Remember when I thought I would post every Monday about my Morgan history project? Oh well. I’m slowly chipping away, anyway.
Right now, I’ve been thinking a lot about historiography, as in: how to structure and frame the narrative? What approach is the best use of the sources, the best way to tell the story, and the most thoughtful way to revisit important historical questions? How have other people framed their research and storytelling about equine history?
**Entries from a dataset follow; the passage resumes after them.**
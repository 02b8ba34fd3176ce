package dimension

import (
	"fmt"
	"testing"

	"unfold/neighbors"
)

// TestGivenIndex (compared as printed: the local slopes hold NaN): correlation sums counted on indexes handed in through Options.Index equal
// those on indexes built here, and an index of the wrong dimension is refused.
func TestGivenIndex(t *testing.T) {
	x := make([]float64, 4000)
	u, v := 0.1, 0.1
	for i := -100; i < len(x); i++ { // Hénon map (a = 1.4, b = 0.3; Hénon 1976)
		u, v = 1-1.4*u*u+v, 0.3*u
		if i >= 0 {
			x[i] = u
		}
	}
	opt := Options{Lag: 1, MaxDim: 3, Theiler: 1, Seed: 1, Threads: 2}
	own, err := CorrelationDimension(x, opt)
	if err != nil {
		t.Fatal(err)
	}
	built := 0
	opt.Index = func(m int) (*neighbors.Index, error) {
		built++
		return neighbors.FromEmbedding(x, 1, m, neighbors.Max)
	}
	given, err := CorrelationDimension(x, opt)
	if err != nil {
		t.Fatal(err)
	}
	if built != 3 || fmt.Sprint(own.Curves) != fmt.Sprint(given.Curves) || own.D2 != given.D2 {
		t.Errorf("given indexes (%d asked for, want 3) change the result: D2 %v vs %v", built, given.D2, own.D2)
	}
	opt.Index = func(m int) (*neighbors.Index, error) { return neighbors.FromEmbedding(x, 1, m+1, neighbors.Max) }
	if _, err := CorrelationDimension(x, opt); err == nil {
		t.Error("an index of the wrong dimension was accepted")
	}
}
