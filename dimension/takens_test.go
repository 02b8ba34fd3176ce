package dimension

import (
	"math"
	"testing"
)

func TestTakensPowerLaw(t *testing.T) {
	// C(r) = (r/R)^D on radii spaced by h in ln r: the trapezoid rule integrates e^{Du} with the
	// factor (hD/2)·coth(hD/2), so the estimate is exactly D / ((hD/2)·coth(hD/2)) (arithmetic;
	// Takens 1985 for D = C(r0)/∫C d ln r).
	for _, d := range []float64{0.8, 1.26, 2.05} {
		const n, h = 30, 0.1
		radii := make([]float64, n)
		c := make([]float64, n)
		for k := range radii {
			radii[k] = math.Exp(-3 + h*float64(k))
			c[k] = math.Pow(radii[k]/radii[n-1], d)
		}
		hd := h * d / 2
		want := d / (hd / math.Tanh(hd))
		if got := Takens(radii, c, n-5); math.Abs(got-want) > 1e-10 {
			t.Errorf("D = %g: Takens %.12f, want %.12f", d, got, want)
		}
	}
	if !math.IsNaN(Takens([]float64{1, 2, 3}, []float64{0, 0, 0}, 2)) {
		t.Error("Takens of an empty correlation sum is not NaN")
	}
}

// TestTakensMatchesResult: the exported estimator gives the value CorrelationDimension reports
// for every fitted curve (the same computation, bit for bit).
func TestTakensMatchesResult(t *testing.T) {
	x := simulate(t, "henon", 3000, 0)
	r, err := CorrelationDimension(x, Options{Lag: 1, MaxDim: 3, Theiler: 2, Threads: 2})
	if err != nil {
		t.Fatal(err)
	}
	fitted := 0
	for _, cv := range r.Curves {
		if !cv.Fitted {
			continue
		}
		fitted++
		if got := Takens(r.Radii, cv.C, cv.To); got != cv.Takens {
			t.Errorf("m = %d: Takens %v, result %v", cv.Dim, got, cv.Takens)
		}
	}
	if fitted == 0 {
		t.Fatal("no fitted curve on the Hénon map")
	}
}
See, one of the hardest parts about writing a book about an animal is that – and forgive me if this seems stupidly obvious – animals don’t speak. They don’t communicate in any traditional sense, at least one that is captured by a typical primary source or historical document. That is doubly hard when you’re working on the story of an animal that lived in a time and a situation in which he was considered more or less disposable.
I’ve been assembling a list of books that are essentially biographies of individual horses, or in some cases horse breeds.
I’d love to hear of any more that you’ve read and would recommend. I need as many examples as possible to think about!
William Nask, Secretariat
Laura Hillenbrand, Seabiscuit
Mim Eichlar Rivas, Beautiful Jim Key
Jane Schwartz, Ruffian
Elizabeth Letts, The Perfect Horse
Elizabeth Letts, The $800 Champion
Robin Hutton, Sgt. Reckless
Any others?
As a side bonus, when I was double-checking a few names & titles on Amazon (I am writing this on the road, not in front of my bookshelf at home), this book came up.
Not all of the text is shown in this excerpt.